BoE: Standard Chartered: Holding rates as energy risks change

BoE: Standard Chartered: Holding rates as energy risks change
Christopher Graham of Standard Chartered anticipates a 7–2 split at the Bank of England's meeting on March 19, with two members probably supporting a 25 basis point reduction. While keeping an eye on Middle East concerns, softer UK labor data, and lessons learned from 2011 and 2022, the bank is perceived as navigating a short-term energy shock. Although the date is uncertain, more softening is anticipated.

BoE is on a steady, cautious hold.

"With seven members voting for a hold and two members (presumably Taylor and Dhingra) voting for a 25bps cut, we expect the Bank of England (BoE) to maintain rates constant at its policy meeting on March 19."

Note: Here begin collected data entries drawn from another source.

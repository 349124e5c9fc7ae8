import { DataTypes, type QueryInterface } from "sequelize";

/** Price history of catalog items: one row per version that changed a price field (and the first version). */
export async function up(qi: QueryInterface) {
  await qi.createTable("catalog_item_prices", {
    id: { type: DataTypes.INTEGER.UNSIGNED, autoIncrement: true, primaryKey: true },
    item_id: {
      type: DataTypes.INTEGER.UNSIGNED,
      allowNull: false,
      references: { model: "catalog_items", key: "id" },
      onDelete: "CASCADE",
    },
    version: { type: DataTypes.INTEGER.UNSIGNED, allowNull: false },
    unit_cost_cents: { type: DataTypes.INTEGER.UNSIGNED, allowNull: false },
    pack_coverage: { type: DataTypes.DECIMAL(14, 4), allowNull: false },
    waste_pct: { type: DataTypes.DECIMAL(5, 2), allowNull: true },
    changed_by: { type: DataTypes.INTEGER.UNSIGNED, allowNull: true },
    created_at: { type: DataTypes.DATE, allowNull: false },
  });
  await qi.addIndex("catalog_item_prices", ["item_id", "version"], { unique: true, name: "catalog_item_prices_item_version" });
}

export async function down(qi: QueryInterface) {
  await qi.dropTable("catalog_item_prices");
}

"The minutes will, however, emphasize how each member of the Monetary Policy Council (MPC) is evaluating the risks associated with the Middle East conflict."

"The doves may emphasize the downside risks to economic growth, and the hawks are likely to focus more on the upside risks to inflation, while we expect the BoE to look through a short-term oil price shock."

"At least some MPC members probably still view rates as restrictive, and we believe the case for BoE to boost rates is weaker, partly because it has lowered rates less aggressively so far in this cycle."

Additionally, from mid-2022, unemployment has been slowly rising, and wage growth has slowed since mid-2023. The UK labor market has also showed more overt symptoms of softening (the next set of data is to be issued on March 19, prior to the BoE meeting). The BoE's reaction function may be influenced by lessons learned from 2011 and 2022.

"We still see more easing from the BoE (we forecast a terminal rate of 3.00%), but the timing of those cuts are highly uncertain and under review. While a near-term end to hostilities and a reduction in energy prices could allow our current schedule of cuts (once per quarter starting in Q2) to play out, there are growing risks that a prolonged spike in energy prices could push the next cut back into H2 or 2027."